(Supplied information)

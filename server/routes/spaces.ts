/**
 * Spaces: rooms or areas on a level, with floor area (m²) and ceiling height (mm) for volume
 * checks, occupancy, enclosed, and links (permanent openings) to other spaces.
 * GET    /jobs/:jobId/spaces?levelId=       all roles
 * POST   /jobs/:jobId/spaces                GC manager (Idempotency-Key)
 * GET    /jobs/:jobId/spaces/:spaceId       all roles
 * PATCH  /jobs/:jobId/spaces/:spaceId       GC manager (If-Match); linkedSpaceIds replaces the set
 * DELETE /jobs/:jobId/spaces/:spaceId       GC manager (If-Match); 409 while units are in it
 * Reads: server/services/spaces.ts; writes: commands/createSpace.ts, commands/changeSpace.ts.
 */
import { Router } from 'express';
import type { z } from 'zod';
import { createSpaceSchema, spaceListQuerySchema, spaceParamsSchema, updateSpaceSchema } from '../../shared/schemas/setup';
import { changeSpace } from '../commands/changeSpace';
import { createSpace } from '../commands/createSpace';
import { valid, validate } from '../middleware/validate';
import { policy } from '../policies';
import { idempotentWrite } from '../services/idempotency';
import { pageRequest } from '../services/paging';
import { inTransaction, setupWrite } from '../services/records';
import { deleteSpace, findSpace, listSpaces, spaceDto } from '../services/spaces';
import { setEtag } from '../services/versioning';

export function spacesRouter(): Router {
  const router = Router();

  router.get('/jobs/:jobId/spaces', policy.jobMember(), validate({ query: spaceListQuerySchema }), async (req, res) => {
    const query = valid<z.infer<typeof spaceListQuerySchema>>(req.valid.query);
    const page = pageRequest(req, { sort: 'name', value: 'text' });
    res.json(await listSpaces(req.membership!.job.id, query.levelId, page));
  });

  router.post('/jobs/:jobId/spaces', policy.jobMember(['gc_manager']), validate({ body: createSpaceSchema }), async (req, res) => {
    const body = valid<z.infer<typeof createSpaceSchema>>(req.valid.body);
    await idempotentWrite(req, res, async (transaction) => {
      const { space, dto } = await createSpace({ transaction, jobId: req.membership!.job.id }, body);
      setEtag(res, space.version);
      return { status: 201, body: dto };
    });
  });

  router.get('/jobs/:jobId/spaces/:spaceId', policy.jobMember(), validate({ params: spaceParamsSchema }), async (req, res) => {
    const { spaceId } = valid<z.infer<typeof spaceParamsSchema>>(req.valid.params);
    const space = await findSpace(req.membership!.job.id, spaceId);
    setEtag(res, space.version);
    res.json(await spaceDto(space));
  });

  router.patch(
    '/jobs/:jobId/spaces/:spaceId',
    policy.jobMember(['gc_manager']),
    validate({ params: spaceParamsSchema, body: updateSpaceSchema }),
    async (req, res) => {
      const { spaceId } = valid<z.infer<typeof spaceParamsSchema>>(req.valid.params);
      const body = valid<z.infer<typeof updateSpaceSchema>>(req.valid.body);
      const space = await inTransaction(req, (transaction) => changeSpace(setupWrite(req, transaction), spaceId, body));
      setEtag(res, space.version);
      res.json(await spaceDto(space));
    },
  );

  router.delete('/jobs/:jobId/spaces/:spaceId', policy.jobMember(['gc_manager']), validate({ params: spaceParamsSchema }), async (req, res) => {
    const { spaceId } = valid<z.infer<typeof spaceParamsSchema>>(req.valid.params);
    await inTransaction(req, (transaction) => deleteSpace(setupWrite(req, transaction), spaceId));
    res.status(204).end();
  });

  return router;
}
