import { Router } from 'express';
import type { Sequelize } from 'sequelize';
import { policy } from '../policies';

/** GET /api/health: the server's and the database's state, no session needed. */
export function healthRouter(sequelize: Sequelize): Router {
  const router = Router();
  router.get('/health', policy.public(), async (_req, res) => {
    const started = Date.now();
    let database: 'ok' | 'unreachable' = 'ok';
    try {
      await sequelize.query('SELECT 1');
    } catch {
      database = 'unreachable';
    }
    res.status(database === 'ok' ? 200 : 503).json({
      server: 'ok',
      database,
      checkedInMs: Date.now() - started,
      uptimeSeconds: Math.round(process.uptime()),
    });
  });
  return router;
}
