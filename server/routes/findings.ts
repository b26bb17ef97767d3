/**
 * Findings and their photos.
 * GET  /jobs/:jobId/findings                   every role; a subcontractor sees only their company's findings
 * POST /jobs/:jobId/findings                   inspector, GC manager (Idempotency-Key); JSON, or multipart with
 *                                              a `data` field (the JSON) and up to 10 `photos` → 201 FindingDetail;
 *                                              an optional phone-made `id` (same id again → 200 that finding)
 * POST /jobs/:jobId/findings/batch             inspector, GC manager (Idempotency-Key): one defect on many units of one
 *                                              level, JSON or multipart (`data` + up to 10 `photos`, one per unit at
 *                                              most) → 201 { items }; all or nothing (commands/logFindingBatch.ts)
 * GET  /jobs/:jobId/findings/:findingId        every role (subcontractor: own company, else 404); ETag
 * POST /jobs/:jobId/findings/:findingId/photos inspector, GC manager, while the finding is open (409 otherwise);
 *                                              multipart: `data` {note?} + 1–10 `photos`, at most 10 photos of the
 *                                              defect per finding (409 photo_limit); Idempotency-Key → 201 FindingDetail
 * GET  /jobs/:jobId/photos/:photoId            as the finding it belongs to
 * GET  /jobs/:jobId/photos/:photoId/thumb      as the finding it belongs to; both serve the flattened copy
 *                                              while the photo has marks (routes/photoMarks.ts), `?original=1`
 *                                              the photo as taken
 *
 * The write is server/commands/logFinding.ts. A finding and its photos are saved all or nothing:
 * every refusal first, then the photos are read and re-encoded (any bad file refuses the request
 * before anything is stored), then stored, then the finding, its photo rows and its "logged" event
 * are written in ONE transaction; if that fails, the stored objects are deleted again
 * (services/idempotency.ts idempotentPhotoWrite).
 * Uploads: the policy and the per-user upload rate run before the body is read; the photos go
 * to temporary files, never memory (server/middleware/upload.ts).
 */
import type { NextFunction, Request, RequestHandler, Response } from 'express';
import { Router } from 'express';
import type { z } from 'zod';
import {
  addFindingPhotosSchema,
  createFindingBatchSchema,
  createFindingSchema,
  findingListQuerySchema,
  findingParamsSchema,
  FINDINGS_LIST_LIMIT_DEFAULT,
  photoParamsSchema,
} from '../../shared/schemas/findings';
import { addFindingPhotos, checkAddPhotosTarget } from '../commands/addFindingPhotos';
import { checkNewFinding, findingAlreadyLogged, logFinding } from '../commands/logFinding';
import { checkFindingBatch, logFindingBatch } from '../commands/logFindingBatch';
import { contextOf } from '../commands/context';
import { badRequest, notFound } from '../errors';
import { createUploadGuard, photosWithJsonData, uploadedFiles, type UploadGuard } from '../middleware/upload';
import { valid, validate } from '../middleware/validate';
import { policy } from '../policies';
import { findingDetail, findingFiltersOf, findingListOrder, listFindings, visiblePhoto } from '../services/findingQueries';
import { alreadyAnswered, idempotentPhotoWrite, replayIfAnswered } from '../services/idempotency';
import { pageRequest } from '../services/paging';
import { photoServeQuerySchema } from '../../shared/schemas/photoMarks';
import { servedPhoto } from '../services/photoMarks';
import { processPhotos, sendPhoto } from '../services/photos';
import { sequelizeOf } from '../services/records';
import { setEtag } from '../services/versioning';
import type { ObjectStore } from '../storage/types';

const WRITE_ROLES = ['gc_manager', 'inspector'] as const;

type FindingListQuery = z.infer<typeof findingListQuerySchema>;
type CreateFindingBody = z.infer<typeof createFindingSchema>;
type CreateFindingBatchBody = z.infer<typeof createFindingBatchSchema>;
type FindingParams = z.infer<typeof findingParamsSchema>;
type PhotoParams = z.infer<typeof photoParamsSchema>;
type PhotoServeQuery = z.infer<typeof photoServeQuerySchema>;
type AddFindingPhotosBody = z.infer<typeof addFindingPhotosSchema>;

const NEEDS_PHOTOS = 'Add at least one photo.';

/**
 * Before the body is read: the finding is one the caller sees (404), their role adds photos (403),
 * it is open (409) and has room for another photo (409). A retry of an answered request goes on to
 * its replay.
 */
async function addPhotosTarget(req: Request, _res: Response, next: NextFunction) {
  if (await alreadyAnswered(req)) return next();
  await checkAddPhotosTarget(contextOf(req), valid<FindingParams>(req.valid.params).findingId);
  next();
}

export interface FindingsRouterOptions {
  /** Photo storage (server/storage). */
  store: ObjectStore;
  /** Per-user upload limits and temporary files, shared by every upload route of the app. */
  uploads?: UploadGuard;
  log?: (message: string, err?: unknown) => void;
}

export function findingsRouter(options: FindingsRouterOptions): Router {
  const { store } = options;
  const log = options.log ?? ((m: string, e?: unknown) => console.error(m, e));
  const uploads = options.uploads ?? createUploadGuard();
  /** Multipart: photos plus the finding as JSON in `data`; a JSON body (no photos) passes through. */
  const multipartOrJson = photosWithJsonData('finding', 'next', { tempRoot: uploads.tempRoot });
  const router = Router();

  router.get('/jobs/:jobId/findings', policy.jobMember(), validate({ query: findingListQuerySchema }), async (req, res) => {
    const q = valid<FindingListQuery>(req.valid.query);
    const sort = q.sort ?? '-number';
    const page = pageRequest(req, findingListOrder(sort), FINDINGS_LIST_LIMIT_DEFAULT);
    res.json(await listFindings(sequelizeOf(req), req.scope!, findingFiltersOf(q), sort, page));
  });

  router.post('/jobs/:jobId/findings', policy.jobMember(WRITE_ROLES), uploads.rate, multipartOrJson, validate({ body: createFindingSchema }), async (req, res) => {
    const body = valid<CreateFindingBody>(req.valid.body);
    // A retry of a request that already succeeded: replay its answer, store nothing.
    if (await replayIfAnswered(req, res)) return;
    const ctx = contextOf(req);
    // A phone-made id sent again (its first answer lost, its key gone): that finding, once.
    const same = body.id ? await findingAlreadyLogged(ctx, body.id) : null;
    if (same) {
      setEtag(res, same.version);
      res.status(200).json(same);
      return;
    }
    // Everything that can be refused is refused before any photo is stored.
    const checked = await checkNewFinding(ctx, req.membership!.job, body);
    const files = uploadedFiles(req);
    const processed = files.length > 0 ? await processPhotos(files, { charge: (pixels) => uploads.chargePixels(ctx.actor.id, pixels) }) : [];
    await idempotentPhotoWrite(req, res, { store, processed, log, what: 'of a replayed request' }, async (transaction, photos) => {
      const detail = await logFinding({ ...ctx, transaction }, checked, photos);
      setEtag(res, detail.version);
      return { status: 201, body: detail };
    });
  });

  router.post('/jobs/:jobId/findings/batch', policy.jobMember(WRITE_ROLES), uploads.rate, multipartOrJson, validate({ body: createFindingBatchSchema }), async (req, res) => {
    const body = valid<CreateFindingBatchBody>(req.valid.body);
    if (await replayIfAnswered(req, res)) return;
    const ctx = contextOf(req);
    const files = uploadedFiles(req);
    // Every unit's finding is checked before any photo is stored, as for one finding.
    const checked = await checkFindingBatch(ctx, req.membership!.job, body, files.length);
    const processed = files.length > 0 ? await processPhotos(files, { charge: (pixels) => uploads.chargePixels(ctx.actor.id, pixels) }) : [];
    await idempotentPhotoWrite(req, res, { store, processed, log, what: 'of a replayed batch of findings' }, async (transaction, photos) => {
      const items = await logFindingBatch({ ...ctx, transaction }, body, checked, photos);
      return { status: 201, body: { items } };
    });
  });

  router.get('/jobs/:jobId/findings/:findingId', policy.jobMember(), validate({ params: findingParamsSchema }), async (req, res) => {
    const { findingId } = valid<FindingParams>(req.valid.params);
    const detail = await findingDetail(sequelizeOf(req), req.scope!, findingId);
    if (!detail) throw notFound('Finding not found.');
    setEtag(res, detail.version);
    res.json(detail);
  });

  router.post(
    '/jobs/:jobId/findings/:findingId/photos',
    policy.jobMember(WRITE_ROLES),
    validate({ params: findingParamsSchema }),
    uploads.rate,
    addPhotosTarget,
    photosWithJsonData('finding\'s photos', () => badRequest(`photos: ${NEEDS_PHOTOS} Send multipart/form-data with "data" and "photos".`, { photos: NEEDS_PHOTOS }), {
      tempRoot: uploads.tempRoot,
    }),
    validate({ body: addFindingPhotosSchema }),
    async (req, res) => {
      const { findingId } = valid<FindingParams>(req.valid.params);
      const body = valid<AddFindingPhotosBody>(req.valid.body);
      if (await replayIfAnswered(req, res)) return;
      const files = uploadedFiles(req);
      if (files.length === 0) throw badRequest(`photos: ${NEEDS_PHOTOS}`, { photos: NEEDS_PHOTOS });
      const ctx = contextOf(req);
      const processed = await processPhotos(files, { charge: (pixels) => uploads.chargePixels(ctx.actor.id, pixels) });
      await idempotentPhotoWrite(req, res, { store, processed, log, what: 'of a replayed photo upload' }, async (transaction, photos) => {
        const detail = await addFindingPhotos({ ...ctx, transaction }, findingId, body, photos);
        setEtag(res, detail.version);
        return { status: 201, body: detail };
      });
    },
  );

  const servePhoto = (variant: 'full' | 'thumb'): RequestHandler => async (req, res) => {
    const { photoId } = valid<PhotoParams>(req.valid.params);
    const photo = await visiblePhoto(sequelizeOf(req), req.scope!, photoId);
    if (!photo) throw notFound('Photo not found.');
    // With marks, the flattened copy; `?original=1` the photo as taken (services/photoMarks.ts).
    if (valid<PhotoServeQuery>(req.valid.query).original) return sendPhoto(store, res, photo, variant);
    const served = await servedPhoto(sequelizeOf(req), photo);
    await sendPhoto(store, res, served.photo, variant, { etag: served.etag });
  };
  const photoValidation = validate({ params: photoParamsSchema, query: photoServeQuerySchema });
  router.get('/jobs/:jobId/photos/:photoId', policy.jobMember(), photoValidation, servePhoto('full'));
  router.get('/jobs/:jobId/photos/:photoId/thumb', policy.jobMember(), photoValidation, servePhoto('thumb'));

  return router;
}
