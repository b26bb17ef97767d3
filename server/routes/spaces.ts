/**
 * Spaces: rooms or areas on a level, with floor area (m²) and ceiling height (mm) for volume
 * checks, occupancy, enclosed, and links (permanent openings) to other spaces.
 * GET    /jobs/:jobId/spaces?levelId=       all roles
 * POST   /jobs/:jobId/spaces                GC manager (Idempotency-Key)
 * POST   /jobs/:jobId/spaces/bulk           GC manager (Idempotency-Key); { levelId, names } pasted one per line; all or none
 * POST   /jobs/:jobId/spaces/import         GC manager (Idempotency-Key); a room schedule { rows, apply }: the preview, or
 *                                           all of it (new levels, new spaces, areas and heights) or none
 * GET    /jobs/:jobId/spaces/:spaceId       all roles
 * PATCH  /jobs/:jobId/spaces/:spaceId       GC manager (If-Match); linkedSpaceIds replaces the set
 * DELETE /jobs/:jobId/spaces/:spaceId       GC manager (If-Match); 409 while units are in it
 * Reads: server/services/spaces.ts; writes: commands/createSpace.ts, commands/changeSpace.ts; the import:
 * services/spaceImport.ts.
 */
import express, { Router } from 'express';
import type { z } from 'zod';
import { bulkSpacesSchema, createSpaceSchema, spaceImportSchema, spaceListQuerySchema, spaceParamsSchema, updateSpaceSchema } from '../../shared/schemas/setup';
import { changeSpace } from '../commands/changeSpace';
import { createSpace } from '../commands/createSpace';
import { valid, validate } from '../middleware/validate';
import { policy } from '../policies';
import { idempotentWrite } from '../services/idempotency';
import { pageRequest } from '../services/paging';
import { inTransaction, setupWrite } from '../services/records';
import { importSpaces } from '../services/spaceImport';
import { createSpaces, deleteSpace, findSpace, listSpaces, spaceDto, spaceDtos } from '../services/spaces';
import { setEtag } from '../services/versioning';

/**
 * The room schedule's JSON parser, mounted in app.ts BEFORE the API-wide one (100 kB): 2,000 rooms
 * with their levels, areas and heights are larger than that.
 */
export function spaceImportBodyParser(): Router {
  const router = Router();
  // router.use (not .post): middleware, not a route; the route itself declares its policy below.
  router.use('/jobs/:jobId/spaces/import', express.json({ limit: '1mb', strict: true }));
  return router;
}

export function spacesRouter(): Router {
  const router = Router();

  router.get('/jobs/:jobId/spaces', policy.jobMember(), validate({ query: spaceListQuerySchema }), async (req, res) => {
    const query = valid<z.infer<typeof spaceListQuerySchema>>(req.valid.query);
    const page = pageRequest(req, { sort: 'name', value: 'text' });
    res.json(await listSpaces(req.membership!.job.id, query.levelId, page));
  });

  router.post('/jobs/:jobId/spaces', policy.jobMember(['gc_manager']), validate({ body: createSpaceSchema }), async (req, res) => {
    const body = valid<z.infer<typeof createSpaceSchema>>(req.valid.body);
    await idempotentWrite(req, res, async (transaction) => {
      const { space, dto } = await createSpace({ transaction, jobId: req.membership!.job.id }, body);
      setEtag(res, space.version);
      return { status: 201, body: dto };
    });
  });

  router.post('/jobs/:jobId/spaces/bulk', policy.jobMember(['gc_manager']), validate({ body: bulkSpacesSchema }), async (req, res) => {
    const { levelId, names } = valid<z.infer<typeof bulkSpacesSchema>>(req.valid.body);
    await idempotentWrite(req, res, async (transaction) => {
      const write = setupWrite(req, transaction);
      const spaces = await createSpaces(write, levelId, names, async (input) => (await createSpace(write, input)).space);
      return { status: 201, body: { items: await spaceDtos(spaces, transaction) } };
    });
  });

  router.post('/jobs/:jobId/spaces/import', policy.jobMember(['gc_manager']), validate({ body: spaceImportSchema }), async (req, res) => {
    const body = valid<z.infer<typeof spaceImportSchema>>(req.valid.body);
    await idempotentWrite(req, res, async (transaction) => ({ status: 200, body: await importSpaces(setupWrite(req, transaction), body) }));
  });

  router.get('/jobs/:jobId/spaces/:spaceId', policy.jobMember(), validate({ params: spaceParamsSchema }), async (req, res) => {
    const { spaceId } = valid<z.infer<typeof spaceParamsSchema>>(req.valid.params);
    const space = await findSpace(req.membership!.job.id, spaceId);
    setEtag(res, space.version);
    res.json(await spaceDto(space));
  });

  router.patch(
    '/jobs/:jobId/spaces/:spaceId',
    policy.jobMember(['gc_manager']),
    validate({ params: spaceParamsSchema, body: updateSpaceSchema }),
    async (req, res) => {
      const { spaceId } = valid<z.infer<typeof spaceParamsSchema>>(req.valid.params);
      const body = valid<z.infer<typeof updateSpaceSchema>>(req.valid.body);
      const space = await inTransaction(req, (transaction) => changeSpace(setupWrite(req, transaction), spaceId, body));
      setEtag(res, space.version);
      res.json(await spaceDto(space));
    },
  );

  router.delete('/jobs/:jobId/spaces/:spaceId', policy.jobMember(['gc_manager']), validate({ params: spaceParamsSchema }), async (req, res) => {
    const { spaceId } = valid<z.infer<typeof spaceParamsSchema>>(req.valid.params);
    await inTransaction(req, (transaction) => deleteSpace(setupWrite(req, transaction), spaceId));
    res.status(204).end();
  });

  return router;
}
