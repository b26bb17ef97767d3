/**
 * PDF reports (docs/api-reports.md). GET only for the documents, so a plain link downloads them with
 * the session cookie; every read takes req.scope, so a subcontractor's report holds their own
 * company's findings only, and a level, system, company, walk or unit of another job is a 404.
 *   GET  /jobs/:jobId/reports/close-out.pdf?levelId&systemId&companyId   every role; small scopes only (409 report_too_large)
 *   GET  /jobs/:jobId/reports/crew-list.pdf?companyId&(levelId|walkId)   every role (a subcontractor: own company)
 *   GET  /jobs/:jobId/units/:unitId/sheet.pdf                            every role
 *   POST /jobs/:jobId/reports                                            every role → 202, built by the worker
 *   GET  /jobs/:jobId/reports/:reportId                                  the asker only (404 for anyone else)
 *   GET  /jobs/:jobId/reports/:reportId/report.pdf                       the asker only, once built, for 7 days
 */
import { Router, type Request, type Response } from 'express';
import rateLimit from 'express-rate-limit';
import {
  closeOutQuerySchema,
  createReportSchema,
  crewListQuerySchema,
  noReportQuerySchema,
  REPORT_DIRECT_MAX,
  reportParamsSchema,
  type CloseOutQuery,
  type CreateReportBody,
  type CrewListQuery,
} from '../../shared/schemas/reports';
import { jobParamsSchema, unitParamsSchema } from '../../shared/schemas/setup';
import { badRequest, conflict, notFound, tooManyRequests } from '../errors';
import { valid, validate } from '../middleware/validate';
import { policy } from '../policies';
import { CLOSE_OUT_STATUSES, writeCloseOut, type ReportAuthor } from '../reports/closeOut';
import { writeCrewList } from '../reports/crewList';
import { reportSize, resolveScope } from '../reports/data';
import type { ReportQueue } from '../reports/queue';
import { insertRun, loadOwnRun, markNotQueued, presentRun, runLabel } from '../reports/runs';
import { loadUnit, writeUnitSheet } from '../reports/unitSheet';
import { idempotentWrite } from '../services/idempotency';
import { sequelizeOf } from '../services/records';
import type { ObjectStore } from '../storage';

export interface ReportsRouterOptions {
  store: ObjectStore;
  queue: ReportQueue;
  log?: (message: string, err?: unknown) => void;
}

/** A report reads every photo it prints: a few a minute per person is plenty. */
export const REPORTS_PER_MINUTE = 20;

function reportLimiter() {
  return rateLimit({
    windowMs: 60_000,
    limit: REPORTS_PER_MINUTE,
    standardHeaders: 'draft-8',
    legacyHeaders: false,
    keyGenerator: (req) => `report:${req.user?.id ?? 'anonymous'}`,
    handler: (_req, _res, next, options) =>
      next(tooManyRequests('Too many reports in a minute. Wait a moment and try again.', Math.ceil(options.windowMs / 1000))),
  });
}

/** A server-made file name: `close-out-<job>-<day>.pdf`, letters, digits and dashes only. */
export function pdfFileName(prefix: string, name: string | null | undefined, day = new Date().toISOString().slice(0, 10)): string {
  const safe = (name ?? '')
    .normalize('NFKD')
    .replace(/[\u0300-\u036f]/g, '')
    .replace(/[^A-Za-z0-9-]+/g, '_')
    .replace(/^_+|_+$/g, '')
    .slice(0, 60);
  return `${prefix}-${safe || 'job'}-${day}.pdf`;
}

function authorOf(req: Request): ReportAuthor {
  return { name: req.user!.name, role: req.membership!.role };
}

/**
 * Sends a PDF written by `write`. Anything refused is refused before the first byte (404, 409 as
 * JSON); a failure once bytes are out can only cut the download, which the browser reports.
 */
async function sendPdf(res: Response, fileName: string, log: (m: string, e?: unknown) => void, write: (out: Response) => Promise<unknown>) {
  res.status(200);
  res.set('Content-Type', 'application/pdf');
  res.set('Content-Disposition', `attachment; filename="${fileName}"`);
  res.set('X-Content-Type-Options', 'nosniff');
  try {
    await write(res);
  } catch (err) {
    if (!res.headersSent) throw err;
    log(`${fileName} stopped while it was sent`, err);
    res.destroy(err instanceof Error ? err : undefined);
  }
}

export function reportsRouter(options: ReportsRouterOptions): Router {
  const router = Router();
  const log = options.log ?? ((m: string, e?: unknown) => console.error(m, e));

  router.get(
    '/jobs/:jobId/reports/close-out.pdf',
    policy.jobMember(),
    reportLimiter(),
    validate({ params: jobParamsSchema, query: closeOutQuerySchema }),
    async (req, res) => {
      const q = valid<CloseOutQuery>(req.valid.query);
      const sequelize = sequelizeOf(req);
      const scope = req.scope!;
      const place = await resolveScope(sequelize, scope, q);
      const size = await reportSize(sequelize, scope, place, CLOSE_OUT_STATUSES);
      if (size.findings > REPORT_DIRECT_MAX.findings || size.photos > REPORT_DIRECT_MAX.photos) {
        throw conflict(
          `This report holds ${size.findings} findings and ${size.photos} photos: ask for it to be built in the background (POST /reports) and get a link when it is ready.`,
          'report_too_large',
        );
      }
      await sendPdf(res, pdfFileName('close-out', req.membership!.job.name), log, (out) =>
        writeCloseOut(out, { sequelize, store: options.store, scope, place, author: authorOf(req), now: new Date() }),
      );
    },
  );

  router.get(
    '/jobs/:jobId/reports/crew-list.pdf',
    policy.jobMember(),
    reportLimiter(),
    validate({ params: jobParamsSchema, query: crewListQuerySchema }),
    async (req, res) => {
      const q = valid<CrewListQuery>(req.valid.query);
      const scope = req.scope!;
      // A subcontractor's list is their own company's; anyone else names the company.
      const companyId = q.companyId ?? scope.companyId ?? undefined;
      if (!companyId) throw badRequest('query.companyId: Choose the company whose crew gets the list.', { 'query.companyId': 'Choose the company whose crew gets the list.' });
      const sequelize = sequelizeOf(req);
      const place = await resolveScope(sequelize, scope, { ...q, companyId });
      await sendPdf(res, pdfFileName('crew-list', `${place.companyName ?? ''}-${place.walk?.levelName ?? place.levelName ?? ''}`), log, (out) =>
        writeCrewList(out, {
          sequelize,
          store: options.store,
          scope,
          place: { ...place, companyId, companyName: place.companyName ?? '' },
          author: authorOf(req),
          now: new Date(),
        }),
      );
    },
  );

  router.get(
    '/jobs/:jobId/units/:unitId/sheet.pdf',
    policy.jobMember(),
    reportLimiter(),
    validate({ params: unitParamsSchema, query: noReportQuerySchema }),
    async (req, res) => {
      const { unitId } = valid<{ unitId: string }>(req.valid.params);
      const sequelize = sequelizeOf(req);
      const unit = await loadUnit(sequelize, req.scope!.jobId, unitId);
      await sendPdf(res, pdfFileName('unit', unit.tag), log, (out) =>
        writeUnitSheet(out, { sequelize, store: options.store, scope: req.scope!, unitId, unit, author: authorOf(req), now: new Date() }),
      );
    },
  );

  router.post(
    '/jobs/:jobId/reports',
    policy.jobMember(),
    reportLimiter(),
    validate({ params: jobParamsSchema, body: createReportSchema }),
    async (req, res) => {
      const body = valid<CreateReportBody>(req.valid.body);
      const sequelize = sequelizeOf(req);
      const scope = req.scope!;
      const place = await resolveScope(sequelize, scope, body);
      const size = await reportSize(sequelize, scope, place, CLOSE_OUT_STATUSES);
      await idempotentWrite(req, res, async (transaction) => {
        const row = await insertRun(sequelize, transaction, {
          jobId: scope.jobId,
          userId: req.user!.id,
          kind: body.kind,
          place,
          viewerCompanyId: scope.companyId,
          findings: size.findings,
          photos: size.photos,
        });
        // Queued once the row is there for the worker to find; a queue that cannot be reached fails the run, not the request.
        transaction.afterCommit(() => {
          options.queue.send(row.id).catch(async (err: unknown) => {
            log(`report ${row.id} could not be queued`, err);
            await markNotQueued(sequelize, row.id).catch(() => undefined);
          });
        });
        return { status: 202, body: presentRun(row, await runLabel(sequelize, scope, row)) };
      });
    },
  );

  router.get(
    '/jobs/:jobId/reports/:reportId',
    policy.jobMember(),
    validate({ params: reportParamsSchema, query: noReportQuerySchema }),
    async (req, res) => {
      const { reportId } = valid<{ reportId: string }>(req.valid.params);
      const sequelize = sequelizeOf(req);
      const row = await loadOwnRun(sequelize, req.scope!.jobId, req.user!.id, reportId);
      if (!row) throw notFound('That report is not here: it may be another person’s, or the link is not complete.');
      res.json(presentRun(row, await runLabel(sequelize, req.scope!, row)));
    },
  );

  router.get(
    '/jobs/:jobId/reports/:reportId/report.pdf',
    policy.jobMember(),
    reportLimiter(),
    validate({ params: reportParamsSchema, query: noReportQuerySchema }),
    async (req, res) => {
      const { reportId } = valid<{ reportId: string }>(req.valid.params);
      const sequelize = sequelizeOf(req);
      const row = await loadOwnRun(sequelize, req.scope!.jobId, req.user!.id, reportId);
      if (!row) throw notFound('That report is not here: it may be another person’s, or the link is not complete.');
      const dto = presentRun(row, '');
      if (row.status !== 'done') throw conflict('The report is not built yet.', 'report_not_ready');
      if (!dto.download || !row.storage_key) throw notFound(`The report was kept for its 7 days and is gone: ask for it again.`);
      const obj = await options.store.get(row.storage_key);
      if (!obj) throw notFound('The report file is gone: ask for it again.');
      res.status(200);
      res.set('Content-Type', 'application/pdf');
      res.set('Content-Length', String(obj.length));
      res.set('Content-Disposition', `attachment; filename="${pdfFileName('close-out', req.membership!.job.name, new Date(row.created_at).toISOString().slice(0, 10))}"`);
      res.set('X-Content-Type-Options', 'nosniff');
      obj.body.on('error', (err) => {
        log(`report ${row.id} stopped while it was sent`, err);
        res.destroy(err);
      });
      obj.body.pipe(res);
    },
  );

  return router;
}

(End Supplied information)

**Your goal:**
Search the records for the word "writeCloseOut" and copy every line where it occurs.

**Answer:**
import { CLOSE_OUT_STATUSES, writeCloseOut, type ReportAuthor } from '../reports/closeOut';
        writeCloseOut(out, { sequelize, store: options.store, scope, place, author: authorOf(req), now: new Date() }),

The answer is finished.